WORK TO COMPLETE =
The records below are to be quoted in full; please keep every word exact.
....
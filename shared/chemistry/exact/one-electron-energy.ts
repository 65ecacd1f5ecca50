/**
 * Exact (clamped-nuclei, non-relativistic) energy of one electron in the field of
 * two nuclei Za, Zb at distance R: 1sσg, or 2pσu when Za = Zb; for Za ≠ Zb the
 * lowest state (1sσ). Separation in prolate spheroidal coordinates with
 * c² = −E_el·R²/2, m = 0; angular equation as a Legendre-basis eigenproblem,
 * radial equation by Jaffé's continued fraction, and E_el the zero of the
 * radial residual at the angular A (Brent's root finder).
 * Bracket: the minimal-LCAO energy with optimized ζ (bonding root for σg or the
 * lowest state, antibonding root for σu) is a variational upper bound; the root
 * lies just below it.
 * Accuracy: ~1e−12 Eh for 0.05 ≤ R ≤ 100 a0 and small charges (tests compare with
 * larger bases and longer fractions).
 * Source: Bates, Ledsham & Stewart, Phil. Trans. R. Soc. A 246 (1953) 215; Jaffé,
 * Z. Phys. 87 (1934) 535; Wilson, Proc. R. Soc. A 118 (1928) 617 (separation).
 */
import { findRootBrent } from '@shared/chemistry/numeric';
import { lcaoOptimizedZeta } from '@shared/chemistry/lcao';
import { assertPositive } from '@shared/chemistry/lcao/assert-positive';
import { separationResidual } from './separation-residual';
import type { AngularParity, ExactEnergy, ExactInput, ExactState } from './types';

const ROOT_TOLERANCE = 1e-14;

function parityOf(za: number, zb: number, state: ExactState): AngularParity {
  if (state !== 'sigma-g' && state !== 'sigma-u') throw new RangeError(`state must be 'sigma-g' or 'sigma-u', got ${state}`);
  if (za !== zb) {
    if (state === 'sigma-u') {
      throw new RangeError(
        `exactOneElectronEnergy: with Za ≠ Zb (${za}, ${zb}) there is no g/u symmetry; only the lowest state is available (state 'sigma-g')`,
      );
    }
    return 'all';
  }
  return state === 'sigma-g' ? 'even' : 'odd';
}

/** Internal solver with optional warm start (previous energy and separation constant). */
export function solveExactEnergy(
  { za, zb, distanceBohr, state = 'sigma-g' }: ExactInput,
  warm?: { electronicHartree: number; separationConstant: number; step?: number },
): ExactEnergy {
  assertPositive('za', za);
  assertPositive('zb', zb);
  assertPositive('distanceBohr', distanceBohr);
  const parity = parityOf(za, zb, state);
  const repulsion = (za * zb) / distanceBohr;
  const residual = separationResidual(za, zb, distanceBohr, parity, warm?.separationConstant);
  const finish = (electronicHartree: number): ExactEnergy => {
    // re-evaluate at the root so that A belongs to the returned energy
    residual(electronicHartree);
    return { electronicHartree, totalHartree: electronicHartree + repulsion, separationConstant: residual.lastSeparationConstant() };
  };

  if (warm) {
    // a small bracket around the predicted energy, widened a few times in the direction of the
    // sign (negative below the root, positive from the root up to the far-away first pole)
    let h = Math.max(1e-10, Math.abs(warm.step ?? 1e-3));
    let lo = warm.electronicHartree - h;
    let hi = warm.electronicHartree + h;
    let fLo = residual(lo);
    let fHi = residual(hi);
    for (let k = 0; k < 6 && !(fLo < 0 && fHi > 0) && hi < 0; k++) {
      h *= 4;
      if (fLo >= 0) {
        hi = lo;
        fHi = fLo;
        lo -= h;
        fLo = residual(lo);
      } else {
        lo = hi;
        fLo = fHi;
        hi += h;
        fHi = hi < 0 ? residual(hi) : Number.NaN;
      }
    }
    if (fLo < 0 && fHi > 0 && hi < 0) return finish(findRootBrent(residual, lo, hi, ROOT_TOLERANCE));
  }

  const bound = lcaoOptimizedZeta({ za, zb, distanceBohr, state: state === 'sigma-u' ? 'antibonding' : 'bonding' }).electronicHartree;
  // upper end: at or just above the variational bound (they meet at large R)
  let hi = bound;
  let margin = 1e-9 * (1 + Math.abs(bound));
  for (let i = 0; residual(hi) <= 0; i++) {
    if (i > 40 || hi + margin >= 0) throw new Error(`exactOneElectronEnergy: no bracket above the variational bound at R = ${distanceBohr}`);
    hi = bound + margin;
    margin *= 4;
  }
  // lower end: step down until the residual is negative (it is, all the way to the united atom)
  const unitedAtom = -((za + zb) ** 2) / 2;
  let step = 0.02 * (1 + Math.abs(bound));
  let lo = hi - step;
  while (residual(lo) >= 0) {
    if (lo <= unitedAtom - 1) throw new Error(`exactOneElectronEnergy: no bracket below the variational bound at R = ${distanceBohr}`);
    hi = lo;
    step *= 2;
    lo = Math.max(lo - step, unitedAtom - 1);
  }
  return finish(findRootBrent(residual, lo, hi, ROOT_TOLERANCE));
}

export function exactOneElectronEnergy(input: ExactInput): ExactEnergy {
  return solveExactEnergy(input);
}
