/**
 * Separated-atoms energy of the exact one-electron two-centre problem: the
 * electron bound to the larger charge, hydrogen-like −Z²/2 (for Za = Zb both
 * 1sσg and 2pσu go to −Z²/2). Total and electronic energies share this limit
 * (Za·Zb/R and the −Zmin/R attraction of the far nucleus both vanish).
 * Source: hydrogen-like energy −Z²/(2n²), n = 1 (e.g. Bethe & Salpeter, Quantum
 * Mechanics of One- and Two-Electron Atoms, 1957, §2); correlation of the
 * separated-atom limit: Bates, Ledsham & Stewart (1953).
 */
import { assertPositive } from '@shared/chemistry/lcao/assert-positive';

export function exactDissociationLimit({ za, zb }: { za: number; zb: number }): number {
  assertPositive('za', za);
  assertPositive('zb', zb);
  const z = Math.max(za, zb);
  return (-z * z) / 2;
}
....
SOLUTION FOR THIS TASK =
filename shared/chemistry/exact/one-electron-energy.ts
repository 65ecacd1f5ecca50
/**
 * Exact (clamped-nuclei, non-relativistic) energy of one electron in the field of
 * two nuclei Za, Zb at distance R: 1sσg, or 2pσu when Za = Zb; for Za ≠ Zb the
 * lowest state (1sσ). Separation in prolate spheroidal coordinates with
 * c² = −E_el·R²/2, m = 0; angular equation as a Legendre-basis eigenproblem,
 * radial equation by Jaffé's continued fraction, and E_el the zero of the
 * radial residual at the angular A (Brent's root finder).
 * Bracket: the minimal-LCAO energy with optimized ζ (bonding root for σg or the
 * lowest state, antibonding root for σu) is a variational upper bound; the root
 * lies just below it.
 * Accuracy: ~1e−12 Eh for 0.05 ≤ R ≤ 100 a0 and small charges (tests compare with
 * larger bases and longer fractions).
 * Source: Bates, Ledsham & Stewart, Phil. Trans. R. Soc. A 246 (1953) 215; Jaffé,
 * Z. Phys. 87 (1934) 535; Wilson, Proc. R. Soc. A 118 (1928) 617 (separation).
 */
import { findRootBrent } from '@shared/chemistry/numeric';
import { lcaoOptimizedZeta } from '@shared/chemistry/lcao';
import { assertPositive } from '@shared/chemistry/lcao/assert-positive';
import { separationResidual } from './separation-residual';
import type { AngularParity, ExactEnergy, ExactInput, ExactState } from './types';

const ROOT_TOLERANCE = 1e-14;

function parityOf(za: number, zb: number, state: ExactState): AngularParity {
  if (state !== 'sigma-g' && state !== 'sigma-u') throw new RangeError(`state must be 'sigma-g' or 'sigma-u', got ${state}`);
  if (za !== zb) {
    if (state === 'sigma-u') {
      throw new RangeError(
        `exactOneElectronEnergy: with Za ≠ Zb (${za}, ${zb}) there is no g/u symmetry; only the lowest state is available (state 'sigma-g')`,
      );
    }
    return 'all';
  }
  return state === 'sigma-g' ? 'even' : 'odd';
}

/** Internal solver with optional warm start (previous energy and separation constant). */
export function solveExactEnergy(
  { za, zb, distanceBohr, state = 'sigma-g' }: ExactInput,
  warm?: { electronicHartree: number; separationConstant: number; step?: number },
): ExactEnergy {
  assertPositive('za', za);
  assertPositive('zb', zb);
  assertPositive('distanceBohr', distanceBohr);
  const parity = parityOf(za, zb, state);
  const repulsion = (za * zb) / distanceBohr;
  const residual = separationResidual(za, zb, distanceBohr, parity, warm?.separationConstant);
  const finish = (electronicHartree: number): ExactEnergy => {
    // re-evaluate at the root so that A belongs to the returned energy
    residual(electronicHartree);
    return { electronicHartree, totalHartree: electronicHartree + repulsion, separationConstant: residual.lastSeparationConstant() };
  };

  if (warm) {
    // a small bracket around the predicted energy, widened a few times in the direction of the
    // sign (negative below the root, positive from the root up to the far-away first pole)
    let h = Math.max(1e-10, Math.abs(warm.step ?? 1e-3));
    let lo = warm.electronicHartree - h;
    let hi = warm.electronicHartree + h;
    let fLo = residual(lo);
    let fHi = residual(hi);
    for (let k = 0; k < 6 && !(fLo < 0 && fHi > 0) && hi < 0; k++) {
      h *= 4;
      if (fLo >= 0) {
        hi = lo;
        fHi = fLo;
        lo -= h;
        fLo = residual(lo);
      } else {
        lo = hi;
        fLo = fHi;
        hi += h;
        fHi = hi < 0 ? residual(hi) : Number.NaN;
      }
    }
    if (fLo < 0 && fHi > 0 && hi < 0) return finish(findRootBrent(residual, lo, hi, ROOT_TOLERANCE));
  }

  const bound = lcaoOptimizedZeta({ za, zb, distanceBohr, state: state === 'sigma-u' ? 'antibonding' : 'bonding' }).electronicHartree;
  // upper end: at or just above the variational bound (they meet at large R)
  let hi = bound;
  let margin = 1e-9 * (1 + Math.abs(bound));
  for (let i = 0; residual(hi) <= 0; i++) {
    if (i > 40 || hi + margin >= 0) throw new Error(`exactOneElectronEnergy: no bracket above the variational bound at R = ${distanceBohr}`);
    hi = bound + margin;
    margin *= 4;
  }
  // lower end: step down until the residual is negative (it is, all the way to the united atom)
  const unitedAtom = -((za + zb) ** 2) / 2;
  let step = 0.02 * (1 + Math.abs(bound));
  let lo = hi - step;
  while (residual(lo) >= 0) {
    if (lo <= unitedAtom - 1) throw new Error(`exactOneElectronEnergy: no bracket below the variational bound at R = ${distanceBohr}`);
    hi = lo;
    step *= 2;
    lo = Math.max(lo - step, unitedAtom - 1);
  }
  return finish(findRootBrent(residual, lo, hi, ROOT_TOLERANCE));
}

export function exactOneElectronEnergy(input: ExactInput): ExactEnergy {
  return solveExactEnergy(input);
}
/**
 * Separated-atoms energy of the exact one-electron two-centre problem: the
 * electron bound to the larger charge, hydrogen-like −Z²/2 (for Za = Zb both
 * 1sσg and 2pσu go to −Z²/2). Total and electronic energies share this limit
 * (Za·Zb/R and the −Zmin/R attraction of the far nucleus both vanish).
 * Source: hydrogen-like energy −Z²/(2n²), n = 1 (e.g. Bethe & Salpeter, Quantum
 * Mechanics of One- and Two-Electron Atoms, 1957, §2); correlation of the
 * separated-atom limit: Bates, Ledsham & Stewart (1953).
 */
import { assertPositive } from '@shared/chemistry/lcao/assert-positive';

export function exactDissociationLimit({ za, zb }: { za: number; zb: number }): number {
  assertPositive('za', za);
  assertPositive('zb', zb);
  const z = Math.max(za, zb);
  return (-z * z) / 2;
}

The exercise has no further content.